SGLang’s RadixAttention (Zheng et al., 2024) generalizes this from prefixes to arbitrary shared substrings using a radix tree. Agentic workloads often involve multiple active sessions that share overlapping but non-prefix conversation histories: a common tool-call sequence, a shared document excerpt, or a recurring few-shot example block that appears at different positions across requests. The radix tree allows the KV cache for any shared subtree to be reused, not just strict leading prefixes, which can substantially reduce KV cache pressure in these workloads.
Where the Architecture Is Heading
PagedAttention and prefix sharing bring KV cache memory efficiency close to optimal for single-machine serving. The remaining structural inefficiency requires a different kind of solution.
Prefill and decode phases have fundamentally different hardware profiles. Prefill processes the entire prompt in a single pass and is compute-bound: the quadratic attention over the full input sequence saturates GPU arithmetic units. Decode generates one token per step and is memory-bandwidth-bound: each step loads the accumulated KV cache to produce one output token, achieving arithmetic intensity far below peak TFLOPS. Running both phases in a mixed continuous batch means neither reaches optimal utilization, because the hardware is being asked to do two incompatible things at once.

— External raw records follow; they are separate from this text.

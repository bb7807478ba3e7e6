import { LIMIT_SLACK } from '../geometry/tolerance';
import { figure, toolWords } from './finding-data';
import { exampleRack } from './example-parts';
import { defineRule } from './rule';
import { watchToolsHandled } from './watch-tools-handled';

/** A tool that reaches further down than its pocket has room. */
export const tooLongForPocket = defineRule({
  id: 'too-long-for-pocket',
  group: 'tools',
  title: 'The tool is too long for its pocket',
  severity: 'stop',
  protects: 'The tip, and what stands under the pocket, when the holder is put away.',
  explanation:
    'The gauge length is held against the longest tool that the pocket takes. What stands under the pocket is not known otherwise.',
  examples: {
    setup: exampleRack({ longest: 90 }),
    bad: 'G21 G90 G54\nT1 M6\nM30',
    good: 'G21 G90 G54\nT2 M6\nM30',
  },
  word: (data, lengths) => ({
    message: `${toolWords(data)} is ${lengths.length(figure(data, 'gaugeLength'))} long from the gauge line; pocket ${figure(data, 'pocket')} takes ${lengths.length(figure(data, 'longest'))}.`,
    advice: `Move T${figure(data, 'tool')} to a pocket that takes its length, or set the cutter shorter and measure it again.`,
  }),
  observe: (shop, report) =>
    watchToolsHandled(shop, ({ tool, place, pockets }, state) => {
      const { number, name, gaugeLength } = tool;
      for (const each of pockets) {
        const longest = shop.pocketByNumber.get(each)?.longest ?? Infinity;
        const by = gaugeLength - longest;
        if (by <= LIMIT_SLACK) continue;
        const data = { tool: number, name, pocket: each, gaugeLength, longest };
        report.found({ cause: `T${number} ${each}`, by, at: place, tool: number, data }, state);
      }
    }),
});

The research direction is disaggregation: separate GPU pools for prefill and decode, connected by high-bandwidth interconnect to transfer KV cache blocks between stages. DistServe (Zhong et al., UC San Diego, 2024) and Splitwise (Patel et al., Microsoft Research, 2024) both follow this pattern. Prefill machines are provisioned for compute; decode machines are provisioned for memory bandwidth. Each pool scales independently according to traffic distribution. KV cache blocks are transferred via RDMA after the prefill phase completes, making the block-addressed paging scheme a prerequisite rather than an optimization.

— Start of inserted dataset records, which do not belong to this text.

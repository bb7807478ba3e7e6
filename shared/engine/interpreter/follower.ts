import { openFrame, type Frame, type Locals, type Turning } from '../flow/call-stack';
import type { Decisions } from '../flow/decisions';
import type { KeptProgram } from '../flow/kept-program';
import type { Library } from '../flow/library';
import { DEEPEST_CALL, MOST_IDLE_TURNS, MOST_REPEATED, MOST_TURNS } from '../flow/limits';
import type { ShapeFault } from '../flow/pair-shapes';
import type { Statement } from '../statements/statement';
import type { Place, Words } from './events';
import { endProgram } from './ends';
import { tellProblem, type Facts, type Run } from './run';

/** What carries out the lines that a follower comes to. */
export interface LineTaker {
  /** The line now in the run's words. */
  takeLine(): void;
  tellOverlong(length: number): void;
}

/** What a walk over kept text goes by. */
export interface Kept {
  readonly program: KeptProgram;
  readonly library: Library;
  readonly decisions: Decisions;
}

/** What is called: where it stands and how it begins. */
export interface Callee {
  readonly program: KeptProgram;
  readonly start: number;
  readonly key: string;
  readonly times: number;
  readonly locals: Locals;
}

interface GivenUp {
  readonly reason: 'idle' | 'turns' | 'blocks';
  readonly line: number;
  readonly program: KeptProgram;
  /** Whether it hangs on what is not known before the run. */
  readonly isUnknown: boolean;
}

/**
 * Walks a kept text in the order in which its blocks are run: calls and returns, jumps and loops. It decides
 * which line comes next; what a line does is carried out as in a walk that streams.
 */
export class Follower {
  readonly frames: Frame[];
  readonly decisions: Decisions;
  /** Where a loop that is never left hangs on what is not known, and was left out of the findings. */
  waitsAt: { readonly place: Place; readonly facts: Facts } | undefined;
  private gaveUp: GivenUp | undefined;
  private readonly toldShapes = new Set<KeptProgram>();
  private readonly main: KeptProgram;
  private readonly library: Library;
  private readonly visited: Uint8Array;
  private blocksLeft: number;

  constructor(
    private readonly run: Run,
    private readonly taker: LineTaker,
    { program, library, decisions }: Kept,
    from: number,
  ) {
    this.main = program;
    this.library = library;
    this.decisions = decisions;
    this.frames = [openFrame(program, from)];
    this.visited = new Uint8Array((program.text.lines >> 3) + 1);
    this.blocksLeft = program.text.lines + MOST_REPEATED;
  }

  /** Walks to the program's end, or to where it is given up. */
  walk(): void {
    const { run } = this;
    while (run.endedBy === '') {
      const { frame } = this;
      const { line, program } = frame;
      if (--this.blocksLeft < 0) this.giveUp('blocks', this.outermostLoop() ?? this.line, false);
      else if (line <= program.text.lines) {
        frame.line++;
        this.takeLine(program, line);
      } else if (this.frames.length > 1) this.endWithoutReturn();
      else break;
    }
    if (this.gaveUp) this.tellGivenUp(this.gaveUp);
  }

  private takeLine(program: KeptProgram, line: number): void {
    if (!this.toldShapes.has(program)) this.tellShapes(program);
    this.readLine(program, line);
    if (program === this.main) this.visit(line);
    const overlong = program.text.overlongLength(line);
    if (overlong > 0) this.taker.tellOverlong(overlong);
    else this.taker.takeLine();
    this.takeReturn();
  }

  /** Blocks carried out, those done again counted again. */
  get blocksRun(): number {
    return this.main.text.lines + MOST_REPEATED - this.blocksLeft;
  }

  /** Whether the walk was given up because it carried out more blocks than any program has. */
  get isExhausted(): boolean {
    return this.blocksLeft < 0;
  }

  get frame(): Frame {
    return this.frames[this.frames.length - 1]!;
  }

  /** The line that is now carried out. */
  get line(): number {
    return this.frame.line - 1;
  }

  /** The statement of this line, if it has been read before. */
  keptStatement(): Statement | undefined {
    return this.frame.program.statements.get(this.line);
  }

  keepStatement(statement: Statement): void {
    const { words } = this.run.block;
    const isPlain = words.comments.length === 0 && words.faults.length === 0 && !words.skippable;
    if (isPlain && words.percentAt < 0) this.frame.program.keep(this.line, statement);
  }

  /** Whether a block of the program stands unrun right behind where it ended; the line is then at hand. */
  findTextAfterEnd(): boolean {
    const { text } = this.main;
    const { words } = this.run.block;
    if (this.frames.length > 1) return false;
    for (let line = this.frame.line; line <= text.lines; line++) {
      this.readLine(this.main, line);
      const isBlock = words.count > 0 || words.faults.length > 0 || words.isStatement;
      if (isBlock) return !this.hasVisited(line);
    }
    return false;
  }

  /** A percent sign met while something is called: it opens a text, or closes it. */
  takePercent(): void {
    if (this.line > this.frame.program.firstBlock) this.endWithoutReturn();
  }

  /** A program's own label behind which another program begins; gives whether it ends the subprogram. */
  takeProgramLabel(): boolean {
    const { start, program } = this.frame;
    if (this.frames.length === 1 || this.line === start || this.line <= program.firstBlock)
      return false;
    this.endWithoutReturn();
    return true;
  }

  /** `words`: what of the block to underline where the call goes too deep. */
  call(callee: Callee, words: Words): void {
    if (callee.times <= 0) return;
    if (this.frames.length > DEEPEST_CALL) return this.refuseCall(callee, words);
    const isOwn = this.frame.program === this.main;
    const { program, start, key, times, locals } = callee;
    // The line of a sub is passed over by its calls, and is no text that never runs.
    if (program === this.main && program.shapes.links.get(start - 1)?.kind === 'sub')
      this.visit(start - 1);
    const calledAt = isOwn ? this.line : this.frame.calledAt;
    this.frames.push(openFrame(program, start, { key, repeats: times - 1, locals, calledAt }));
    this.run.isCalled = true;
    this.enter(locals);
  }

  /** Leaves the subprogram, or runs it once more where the call says so. */
  return(): void {
    const { frame, frames } = this;
    if (frames.length === 1) return;
    if (frame.locals.kind !== 'shared') this.run.parameters.leave();
    if (frame.repeats > 0) {
      frame.repeats--;
      frame.line = frame.start;
      frame.loops = [];
      frame.jumps.clear();
      frame.seeksBranch = false;
      this.enter(frame.locals);
      return;
    }
    frames.pop();
    this.run.isCalled = frames.length > 1;
  }

  /**
   * Where a label of a program or a subroutine stands: here, in the program checked, or in the setup. An o-word
   * calls a sub first, M98 and G65 a program.
   */
  findCallee(
    key: string,
    first: 'program' | 'sub',
  ): { readonly program: KeptProgram; readonly start: number } | undefined {
    for (const program of new Set([this.frame.program, this.main])) {
      const label = program.findProgram(key);
      const sub = program.findSub(key);
      if (sub !== undefined && (first === 'sub' || label === undefined))
        return { program, start: sub + 1 };
      if (label !== undefined) return { program, start: label };
    }
    const program = this.library.find(key);
    if (!program) return undefined;
    const sub = program.findSub(key);
    const start = sub === undefined ? (program.findProgram(key) ?? 1) : sub + 1;
    return { program, start };
  }

  /**
   * Whether a subroutine of the program checked is called before the walk has come by its first line. Such a
   * controller does not know it yet (facts sheet 12.2.1).
   */
  isBehind({ program, start }: Pick<Callee, 'program' | 'start'>): boolean {
    const isHere = program === this.main && this.frame.program === this.main;
    const isSub = program.shapes.links.get(start - 1)?.kind === 'sub';
    return isHere && isSub && !this.hasVisited(start - 1);
  }

  private hasVisited(line: number): boolean {
    return (this.visited[line >> 3]! & (1 << (line & 7))) !== 0;
  }

  private visit(line: number): void {
    this.visited[line >> 3] = this.visited[line >> 3]! | (1 << (line & 7));
  }

  /** A jump; loops that it leads out of are left. Tells where it cannot lead. */
  jump(to: number, isBackward: boolean): void {
    const { frame, line } = this;
    frame.loops = frame.loops.filter(({ at }) => {
      const link = frame.program.shapes.links.get(at);
      return link !== undefined && 'end' in link && at <= to && to <= link.end;
    });
    frame.seeksBranch = false;
    frame.line = to;
    if (!isBackward) return;
    let turning = frame.jumps.get(line);
    if (!turning) frame.jumps.set(line, (turning = openTurning(line)));
    this.countTurn(turning);
  }

  /** Begins a loop or its next turn; `left`: turns still to do, of one that counts them. */
  turn(at: number, left = 0): void {
    let turning = this.turningAt(at);
    if (!turning) this.frame.loops.push((turning = openTurning(at)));
    turning.left = left;
    this.countTurn(turning);
  }

  /** The loop that begins here, if it is being turned; inner ones that a jump has left are forgotten. */
  turningAt(at: number): Turning | undefined {
    const { loops } = this.frame;
    const index = loops.findLastIndex((each) => each.at === at);
    if (index < 0) return undefined;
    loops.length = index + 1;
    return loops[index];
  }

  leaveLoop(at: number): void {
    if (this.turningAt(at)) this.frame.loops.pop();
  }

  private countTurn(turning: Turning): void {
    const { fingerprint } = this.run.parameters;
    const { asked } = this.decisions;
    turning.turns++;
    turning.idleTurns = fingerprint === turning.stored ? turning.idleTurns + 1 : 0;
    const isUnknown = asked !== turning.asked;
    turning.stored = fingerprint;
    turning.asked = asked;
    // A repeat ends by itself, however many turns it says.
    if (turning.left > 0) return;
    if (turning.idleTurns >= MOST_IDLE_TURNS) this.giveUp('idle', turning.at, isUnknown);
    else if (turning.turns >= MOST_TURNS) this.giveUp('turns', turning.at, isUnknown);
  }

  /** Nothing behind a loop that is never left is ever reached. Told once the line at hand is done with. */
  private giveUp(reason: GivenUp['reason'], line: number, isUnknown: boolean): void {
    this.gaveUp ??= { reason, line, program: this.frame.program, isUnknown };
    this.run.endedBy = 'endless';
  }

  private tellGivenUp({ reason, line, program, isUnknown }: GivenUp): void {
    const { run } = this;
    this.readLine(program, line);
    const most = reason === 'blocks' ? MOST_REPEATED : MOST_TURNS;
    const facts: Facts = { reason, what: this.textOfLine(), most };
    const bytes = this.bytesOfLine();
    if (isUnknown) this.waitsAt = { place: run.machine.place({ bytes }), facts };
    else tellProblem(run, 'never-ends', { bytes }, facts);
  }

  private outermostLoop(): number | undefined {
    const { loops, jumps } = this.frame;
    return loops[0]?.at ?? jumps.keys().next().value;
  }

  private refuseCall({ key, program }: Callee, words: Words): void {
    const { run, frames } = this;
    const first = frames.findIndex((each) => each.key === key && each.program === program);
    const facts = { what: key, most: DEEPEST_CALL, reason: first < 0 ? 'depth' : 'recursion' };
    tellProblem(run, 'subprogram-loop', words, facts);
    // What calls itself is left as a whole: its callers on the way would only call it again.
    while (first > 0 && frames.length > first) {
      this.frame.repeats = 0;
      this.return();
    }
  }

  private endWithoutReturn(): void {
    const { run, frame } = this;
    run.block.words.clear();
    tellProblem(run, 'missing-end', { letters: 'none' }, { reason: 'subprogram', what: frame.key });
    this.return();
  }

  /** M99: to the block behind the call, or to the line its P word names. */
  private takeReturn(): void {
    const { run } = this;
    if (run.endedBy !== 'M99') return;
    const { block } = run;
    const target = block.has(LETTER_P) ? Math.round(block.value(LETTER_P)) : undefined;
    if (!run.isCalled && target === undefined) return;
    run.endedBy = '';
    if (target === undefined) return this.return();
    if (run.isCalled) {
      this.frame.repeats = 0;
      this.return();
      return this.returnTo(target);
    }
    this.goRound(target);
  }

  private returnTo(target: number): void {
    const { frame } = this;
    const line = frame.program.findNumber(target, frame.line);
    if (line === undefined)
      tellProblem(
        this.run,
        'subprogram-missing',
        { letters: 'P' },
        { what: `N${target}`, reason: 'return' },
      );
    else this.jump(line, line < frame.line);
  }

  /** As goRound, where the line at hand has been carried out by a walk that then paused. */
  goRoundFromHere(target: number): void {
    const { frame } = this;
    this.readLine(frame.program, frame.line++);
    this.goRound(target);
  }

  /** A main program that says where its next turn begins: only what stands ahead has not been walked yet. */
  private goRound(target: number): void {
    const { run, frame } = this;
    const line = frame.program.findNumber(target, frame.line);
    if (line === undefined)
      tellProblem(
        run,
        'subprogram-missing',
        { letters: 'P' },
        { what: `N${target}`, reason: 'return' },
      );
    if (line !== undefined && line >= frame.line) this.jump(line, false);
    else endProgram(run, 'M99');
  }

  private enter(locals: Locals): void {
    if (locals.kind === 'macro') this.run.parameters.enterMacro(locals.given);
    else if (locals.kind === 'subroutine') this.run.parameters.enterSubroutine(locals.given);
  }

  /** Tells what of a text's shape is wrong, each at its line. */
  private tellShapes(program: KeptProgram): void {
    this.toldShapes.add(program);
    const { machine } = this.run;
    const { line, within } = machine;
    for (const fault of program.shapes.faults) this.tellShape(program, fault);
    machine.line = line;
    machine.within = within;
  }

  private tellShape(program: KeptProgram, { line, from, to, reason, other }: ShapeFault): void {
    this.readLine(program, line);
    const { words } = this.run.block;
    const what = words.text(words.start + from, words.start + to);
    tellProblem(this.run, 'unreadable-block', { bytes: [from, to] }, { reason, what, other });
  }

  private readLine(program: KeptProgram, line: number): void {
    const { machine, block } = this.run;
    program.readLine(line, block.words);
    if (program === this.main) {
      machine.line = line;
      machine.within = undefined;
    } else {
      machine.line = this.frame.program === this.main ? this.line : this.frame.calledAt;
      machine.within = { text: program.text.name, line };
    }
  }

  private bytesOfLine(): readonly [number, number] {
    const { words } = this.run.block;
    const text = words.text(words.start, words.end);
    return [text.length - text.trimStart().length, text.trimEnd().length];
  }

  private textOfLine(): string {
    const { words } = this.run.block;
    return words.text(words.start, Math.min(words.end, words.start + SHOWN)).trim();
  }
}

const LETTER_P = 15;
/** Characters of a line that a finding shows. */
const SHOWN = 40;

const openTurning = (at: number): Turning => ({
  at,
  turns: 0,
  idleTurns: 0,
  stored: NaN,
  asked: 0,
  left: 0,
});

This is the logical extension of the PagedAttention model. Treating KV cache as discrete blocks with well-defined addressing made them a transferable unit within a single machine. Disaggregation treats those same blocks as network objects, moving them between specialized machines the same way NUMA-aware allocators move pages between memory domains. The abstraction that solved fragmentation on a single GPU also happens to be the right abstraction for distributing work across a cluster.

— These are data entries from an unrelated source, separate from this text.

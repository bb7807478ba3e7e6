import { test } from 'vitest';
import { checkRule } from '../testing/check-rule';
import { startRepeatedOnRestore } from './start-repeated-on-restore';

const codes = {
  controller: {
    codes: [
      { code: 'M70', does: 'save-state' },
      { code: 'M72', does: 'restore-state' },
    ],
  },
};

test('flags a restore after the spindle was stopped', () => {
  checkRule(
    startRepeatedOnRestore,
    codes,
    `
S18000 M3
M70
M5
M72
^^^ start-repeated-on-restore (stop): M72 restores a state that was saved with the spindle turning, and the spindle has been stopped since.
M30
`,
  );
});

test('allows a state saved at rest, one restored while turning, and a restore of nothing', () => {
  checkRule(
    startRepeatedOnRestore,
    codes,
    '\nM72\nM70\nS18000 M3\nM5\nM72\nM3\nM70\nM72\nM5\nM30\n',
  );
});
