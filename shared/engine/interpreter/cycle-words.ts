import { LETTER } from '../blocks/block';
import { codeName } from '../blocks/code-groups';
import type { CycleMemory } from './kept';
import { refuse, type Run } from './run';
import { wholeNumber } from './whole-number';

const { I, J, K, L, P, Q, R } = LETTER;

export const NO_CYCLE = 800;

export function emptyCycle(): CycleMemory {
  return {
    code: NO_CYCLE,
    depth: NaN,
    retract: NaN,
    dwell: NaN,
    peck: NaN,
    shiftU: NaN,
    shiftV: NaN,
    back: NaN,
    motionBefore: NO_CYCLE,
    seriesLevel: NaN,
  };
}

/** Depth letter of each plane, in the order of the plane index. */
const DEPTH_LETTERS = [LETTER.Z, LETTER.Y, LETTER.X] as const;
export const depthLetter = (planeIndex: number): number => DEPTH_LETTERS[planeIndex]!;

const DWELLS: readonly number[] = [820, 860, 880, 890];
const PECKS: readonly number[] = [730, 830];
/** Of back boring, the words in plane order and along the depth axis. */
const BACK_LETTERS = [
  [I, J, K],
  [K, I, J],
  [J, K, I],
] as const;

/**
 * Takes the words of one cycle block over what is kept (NISTIR 6556 3.5.16). Says how often to repeat,
 * or 0 where words are missing or out of range, which has then been told.
 */
export function readCycleWords(run: Run, code: number, level: number): number {
  const { cycle } = run;
  if (cycle.code !== code) {
    if (cycle.code === NO_CYCLE) cycle.seriesLevel = level;
    const { seriesLevel, motionBefore } = cycle;
    Object.assign(cycle, emptyCycle(), { seriesLevel, motionBefore });
  }
  const missing = takeWords(run, code);
  if (missing !== '') {
    const name = codeName('G', code);
    refuse(run, 'cycle-words-missing', { code: name }, { code: name, letters: missing });
    return 0;
  }
  cycle.code = code;
  if (PECKS.includes(code) && !(cycle.peck > 0)) {
    refuseWord(run, Q, 'positive');
    return 0;
  }
  if (cycle.dwell < 0) {
    refuseWord(run, P, 'not-negative');
    return 0;
  }
  return readRepeats(run);
}

/** Letters that this cycle needs and has never been given, one string. */
function takeWords(run: Run, code: number): string {
  const { block, machine, cycle } = run;
  const { unit, planeIndex } = machine;
  const depth = depthLetter(planeIndex);
  let missing = '';
  if (block.has(R)) cycle.retract = block.value(R) * unit;
  else if (Number.isNaN(cycle.retract)) missing += 'R';
  if (block.has(depth)) cycle.depth = block.value(depth) * unit;
  else if (Number.isNaN(cycle.depth)) missing += String.fromCharCode(65 + depth);
  if (block.has(P)) cycle.dwell = block.value(P);
  else if (Number.isNaN(cycle.dwell) && DWELLS.includes(code) && needsDwell(run, code))
    missing += 'P';
  if (block.has(Q)) cycle.peck = block.value(Q) * unit;
  else if (Number.isNaN(cycle.peck) && PECKS.includes(code)) missing += 'Q';
  if (code !== 870) return missing;
  const [u, v, back] = BACK_LETTERS[planeIndex]!;
  if (block.has(u)) cycle.shiftU = block.value(u) * unit;
  if (block.has(v)) cycle.shiftV = block.value(v) * unit;
  if (block.has(back)) cycle.back = block.value(back) * unit;
  const isGiven = !Number.isNaN(cycle.shiftU + cycle.shiftV + cycle.back);
  return isGiven ? missing : missing + 'IJK';
}

/** Boring cycles without P dwell not at all on trade controllers (common practice, no source). */
function needsDwell(run: Run, code: number): boolean {
  return run.dialect.isStrict || code === 820;
}

function readRepeats(run: Run): number {
  const { block, controller } = run;
  // Macro dialects count repeats with K (common practice, no source).
  const letter = controller.language === 'custom-macro' && block.has(K) && !block.has(L) ? K : L;
  if (!block.has(letter)) return 1;
  const repeats = wholeNumber(block.value(letter));
  if (repeats >= 1) return repeats;
  refuseWord(run, letter, 'positive');
  return 0;
}

function refuseWord(run: Run, letter: number, needs: string): void {
  const { block } = run;
  const name = String.fromCharCode(65 + letter);
  const isHere = block.has(letter);
  refuse(
    run,
    'out-of-range-word',
    { letters: name },
    {
      letter: name,
      what: isHere ? block.written(block.wordOf[letter]!) : name,
      value: isHere ? block.value(letter) : 0,
      needs,
    },
  );
}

Practical Configuration Implications
For anyone deploying vLLM or TGI today, the memory arithmetic above translates into concrete parameter choices. Three settings dominate the serving behavior:
--max-num-batched-tokens: the token budget per forward pass. Too small and prefill throughput degrades; too large and a single large prefill monopolizes a forward pass, spiking decode latency for in-flight requests.--max-model-len: the maximum admitted sequence length. Reducing this from 32768 to 4096 frees eight times the KV cache per sequence slot, allowing proportionally more concurrent requests at the cost of rejecting long-context inputs.--gpu-memory-utilization: the fraction of available GPU memory allocated to the KV cache pool. Setting this too high leaves insufficient headroom for CUDA kernels, activations, and temporary buffers.
The right values depend on your workload’s output-length distribution. A deployment serving short API calls has different optima than one handling long-document summarization. The HuggingFace post builds a solid foundation for understanding why the mechanisms exist; the fragmentation numbers explain why the defaults are set where they are and when changing them is worth the tradeoff.